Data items
=== Begin Enclosure ===
#include "drivers/dialect/text_line.h"

#include <algorithm>

#include "analysis/base/number.h"
#include "analysis/base/unit.h"
#include "drivers/dialect/number_token.h"
#include "drivers/dialect/text.h"

namespace loadstair::dialect {
namespace {

base::Refusal refused_at(std::size_t at, std::string reason) {
  return {"column " + base::print_integer(static_cast<std::int64_t>(at) + 1), std::move(reason)};
}

/// Bytes of a unit: letters, percent, and everything beyond ASCII (degree, micro, ohm).
bool is_unit_byte(char c) {
  const char lower = to_lower(c);
  return (lower >= 'a' && lower <= 'z') || c == '%' || static_cast<unsigned char>(c) >= 0x80;
}

bool is_prefix(std::string_view text) {
  // One that makes a unit of a unit.
  return base::parse_unit(std::string{text} + "V").has_value() && !base::parse_unit(text).has_value();
}

}  // namespace

std::optional<LinePattern::Kind> LinePattern::kind_of(std::string_view place) {
  if (place == "value") return Kind::value;
  if (place == "prefix") return Kind::prefix;
  if (place == "unit") return Kind::unit;
  if (place == "text") return Kind::text;
  if (place == "rest") return Kind::rest;
  return std::nullopt;
}

base::Outcome<LinePattern> LinePattern::parse(std::string_view pattern) {
  LinePattern made;
  auto& parts = made.parts_;
  const auto add_literal = [&parts](char c) {
    if (parts.empty() || parts.back().kind != Kind::literal) parts.push_back({Kind::literal, {}});
    parts.back().literal += c;
  };
  for (std::size_t at = 0; at < pattern.size();) {
    const char c = pattern[at];
    if (is_blank(c)) {
      const bool after_literal = !parts.empty() && parts.back().kind == Kind::literal;
      while (at < pattern.size() && is_blank(pattern[at])) ++at;
      const bool before_literal =
          at < pattern.size() && (pattern[at] != '{' || pattern.substr(at).starts_with("{{"));
      parts.push_back({after_literal && before_literal ? Kind::some_blanks : Kind::blanks, {}});
    } else if (pattern.substr(at).starts_with("{{")) {
      add_literal('{');
      at += 2;
    } else if (c == '{') {
      const auto end = pattern.find('}', at);
      if (end == std::string_view::npos) return refused_at(at, "this brace does not end");
      const auto place = pattern.substr(at + 1, end - at - 1);
      const auto kind = kind_of(place);
      if (!kind) {
        return refused_at(
            at, "{" + std::string{place} +
                    "} is not a place of a pattern; there are {value}, {unit}, {prefix}, {text} and "
                    "{rest}, and {{ for a brace itself");
      }
      parts.push_back({*kind, {}});
      at = end + 1;
    } else {
      add_literal(c);
      ++at;
    }
  }
  if (auto sound = made.check(); !sound) return sound.refusal();
  return made;
}

base::Outcome<void> LinePattern::check() const {
  const auto count = [this](Kind kind) {
    return std::count_if(parts_.begin(), parts_.end(),
                         [kind](const Part& part) { return part.kind == kind; });
  };
  const auto place = [this](Kind kind) {
    return std::find_if(parts_.begin(), parts_.end(), [kind](const Part& part) { return part.kind == kind; });
  };
  if (count(Kind::value) != 1) return base::Refusal{{}, "a pattern needs {value} exactly once"};
  if (count(Kind::unit) > 1 || count(Kind::prefix) > 1)
    return base::Refusal{{}, "{unit} and {prefix} may stand once"};
  if (count(Kind::prefix) == 1 && place(Kind::unit) < place(Kind::prefix)) {
    return base::Refusal{{}, "{prefix} must stand before {unit}"};
  }
  if (count(Kind::prefix) == 1 && count(Kind::unit) == 0) {
    return base::Refusal{{}, "{prefix} needs {unit} after it"};
  }
  if (count(Kind::rest) > 1 || (count(Kind::rest) == 1 && parts_.back().kind != Kind::rest)) {
    return base::Refusal{{}, "{rest} may stand at the end only"};
  }
  return {};
}

/// Walks a line along a pattern.
struct LinePattern::Scan {
  std::string_view rest;
  const NumberRules& rules;
  std::optional<NumberToken> token = std::nullopt;
  std::string prefix = {};
  std::string unit = {};

  std::size_t skip_blanks() {
    std::size_t count = 0;
    while (count < rest.size() && is_blank(rest[count])) ++count;
    rest.remove_prefix(count);
    return count;
  }

  [[nodiscard]] std::string take_unit_run() {
    std::size_t length = 0;
    while (length < rest.size() && is_unit_byte(rest[length])) ++length;
    std::string run{rest.substr(0, length)};
    rest.remove_prefix(length);
    return run;
  }

  [[nodiscard]] bool may_lack_unit() const { return token && token->quality == Quality::overload; }

  [[nodiscard]] bool take_value() {
    token = find_number(rest, rules);
    if (token) rest.remove_prefix(token->length);
    return token.has_value();
  }

  /// A prefix may be missing, and "mV" in one run holds both.
  void take_prefix() {
    const auto before = rest;
    prefix = take_unit_run();
    if (is_prefix(prefix)) return;
    prefix.clear();
    rest = before;
  }

  [[nodiscard]] bool take_unit() {
    unit = take_unit_run();
    return !unit.empty() || may_lack_unit();
  }

  [[nodiscard]] bool take_text() {
    std::size_t length = 0;
    while (length < rest.size() && !is_blank(rest[length])) ++length;
    rest.remove_prefix(length);
    return length > 0;
  }

  [[nodiscard]] bool step(const Part& part) {
    switch (part.kind) {
      case Kind::literal:
        if (!rest.starts_with(part.literal)) return false;
        rest.remove_prefix(part.literal.size());
        return true;
      case Kind::blanks:
        skip_blanks();
        return true;
      case Kind::some_blanks:
        return skip_blanks() > 0;
      case Kind::value:
        return take_value();
      case Kind::prefix:
        take_prefix();
        return true;
      case Kind::unit:
        return take_unit();
      case Kind::text:
        return take_text();
      case Kind::rest:
        rest = {};
        return true;
    }
    return false;
  }
};

std::optional<Field> LinePattern::read(std::string_view line, std::string_view expected_unit,
                                       const NumberRules& rules) const {
  Scan scan{trim(line), rules};
  for (const auto& part : parts_) {
    if (!scan.step(part)) return std::nullopt;
  }
  scan.skip_blanks();
  if (!scan.rest.empty() || !scan.token) return std::nullopt;
  return make_field(*scan.token, scan.prefix + scan.unit, expected_unit);
}

}  // namespace loadstair::dialect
=== End Enclosure ===
What you need to do —
All records shown above are to be repeated exactly.

Answer for this exercise —
#include "drivers/dialect/text_line.h"

#include <algorithm>

#include "analysis/base/number.h"
#include "analysis/base/unit.h"
#include "drivers/dialect/number_token.h"
#include "drivers/dialect/text.h"

namespace loadstair::dialect {
namespace {

base::Refusal refused_at(std::size_t at, std::string reason) {
  return {"column " + base::print_integer(static_cast<std::int64_t>(at) + 1), std::move(reason)};
}

/// Bytes of a unit: letters, percent, and everything beyond ASCII (degree, micro, ohm).
bool is_unit_byte(char c) {
  const char lower = to_lower(c);
  return (lower >= 'a' && lower <= 'z') || c == '%' || static_cast<unsigned char>(c) >= 0x80;
}

bool is_prefix(std::string_view text) {
  // One that makes a unit of a unit.
  return base::parse_unit(std::string{text} + "V").has_value() && !base::parse_unit(text).has_value();
}

}  // namespace

std::optional<LinePattern::Kind> LinePattern::kind_of(std::string_view place) {
  if (place == "value") return Kind::value;
  if (place == "prefix") return Kind::prefix;
  if (place == "unit") return Kind::unit;
  if (place == "text") return Kind::text;
  if (place == "rest") return Kind::rest;
  return std::nullopt;
}

base::Outcome<LinePattern> LinePattern::parse(std::string_view pattern) {
  LinePattern made;
  auto& parts = made.parts_;
  const auto add_literal = [&parts](char c) {
    if (parts.empty() || parts.back().kind != Kind::literal) parts.push_back({Kind::literal, {}});
    parts.back().literal += c;
  };
  for (std::size_t at = 0; at < pattern.size();) {
    const char c = pattern[at];
    if (is_blank(c)) {
      const bool after_literal = !parts.empty() && parts.back().kind == Kind::literal;
      while (at < pattern.size() && is_blank(pattern[at])) ++at;
      const bool before_literal =
          at < pattern.size() && (pattern[at] != '{' || pattern.substr(at).starts_with("{{"));
      parts.push_back({after_literal && before_literal ? Kind::some_blanks : Kind::blanks, {}});
    } else if (pattern.substr(at).starts_with("{{")) {
      add_literal('{');
      at += 2;
    } else if (c == '{') {
      const auto end = pattern.find('}', at);
      if (end == std::string_view::npos) return refused_at(at, "this brace does not end");
      const auto place = pattern.substr(at + 1, end - at - 1);
      const auto kind = kind_of(place);
      if (!kind) {
        return refused_at(
            at, "{" + std::string{place} +
                    "} is not a place of a pattern; there are {value}, {unit}, {prefix}, {text} and "
                    "{rest}, and {{ for a brace itself");
      }
      parts.push_back({*kind, {}});
      at = end + 1;
    } else {
      add_literal(c);
      ++at;
    }
  }
  if (auto sound = made.check(); !sound) return sound.refusal();
  return made;
}

base::Outcome<void> LinePattern::check() const {
  const auto count = [this](Kind kind) {
    return std::count_if(parts_.begin(), parts_.end(),
                         [kind](const Part& part) { return part.kind == kind; });
  };
  const auto place = [this](Kind kind) {
    return std::find_if(parts_.begin(), parts_.end(), [kind](const Part& part) { return part.kind == kind; });
  };
  if (count(Kind::value) != 1) return base::Refusal{{}, "a pattern needs {value} exactly once"};
  if (count(Kind::unit) > 1 || count(Kind::prefix) > 1)
    return base::Refusal{{}, "{unit} and {prefix} may stand once"};
  if (count(Kind::prefix) == 1 && place(Kind::unit) < place(Kind::prefix)) {
    return base::Refusal{{}, "{prefix} must stand before {unit}"};
  }
  if (count(Kind::prefix) == 1 && count(Kind::unit) == 0) {
    return base::Refusal{{}, "{prefix} needs {unit} after it"};
  }
  if (count(Kind::rest) > 1 || (count(Kind::rest) == 1 && parts_.back().kind != Kind::rest)) {
    return base::Refusal{{}, "{rest} may stand at the end only"};
  }
  return {};
}

/// Walks a line along a pattern.
struct LinePattern::Scan {
  std::string_view rest;
  const NumberRules& rules;
  std::optional<NumberToken> token = std::nullopt;
  std::string prefix = {};
  std::string unit = {};

  std::size_t skip_blanks() {
    std::size_t count = 0;
    while (count < rest.size() && is_blank(rest[count])) ++count;
    rest.remove_prefix(count);
    return count;
  }

  [[nodiscard]] std::string take_unit_run() {
    std::size_t length = 0;
    while (length < rest.size() && is_unit_byte(rest[length])) ++length;
    std::string run{rest.substr(0, length)};
    rest.remove_prefix(length);
    return run;
  }

  [[nodiscard]] bool may_lack_unit() const { return token && token->quality == Quality::overload; }

  [[nodiscard]] bool take_value() {
    token = find_number(rest, rules);
    if (token) rest.remove_prefix(token->length);
    return token.has_value();
  }

  /// A prefix may be missing, and "mV" in one run holds both.
  void take_prefix() {
    const auto before = rest;
    prefix = take_unit_run();
    if (is_prefix(prefix)) return;
    prefix.clear();
    rest = before;
  }

  [[nodiscard]] bool take_unit() {
    unit = take_unit_run();
    return !unit.empty() || may_lack_unit();
  }

  [[nodiscard]] bool take_text() {
    std::size_t length = 0;
    while (length < rest.size() && !is_blank(rest[length])) ++length;
    rest.remove_prefix(length);
    return length > 0;
  }

  [[nodiscard]] bool step(const Part& part) {
    switch (part.kind) {
      case Kind::literal:
        if (!rest.starts_with(part.literal)) return false;
        rest.remove_prefix(part.literal.size());
        return true;
      case Kind::blanks:
        skip_blanks();
        return true;
      case Kind::some_blanks:
        return skip_blanks() > 0;
      case Kind::value:
        return take_value();
      case Kind::prefix:
        take_prefix();
        return true;
      case Kind::unit:
        return take_unit();
      case Kind::text:
        return take_text();
      case Kind::rest:
        rest = {};
        return true;
    }
    return false;
  }
};

std::optional<Field> LinePattern::read(std::string_view line, std::string_view expected_unit,
                                       const NumberRules& rules) const {
  Scan scan{trim(line), rules};
  for (const auto& part : parts_) {
    if (!scan.step(part)) return std::nullopt;
  }
  scan.skip_blanks();
  if (!scan.rest.empty() || !scan.token) return std::nullopt;
  return make_field(*scan.token, scan.prefix + scan.unit, expected_unit);
}

}  // namespace loadstair::dialect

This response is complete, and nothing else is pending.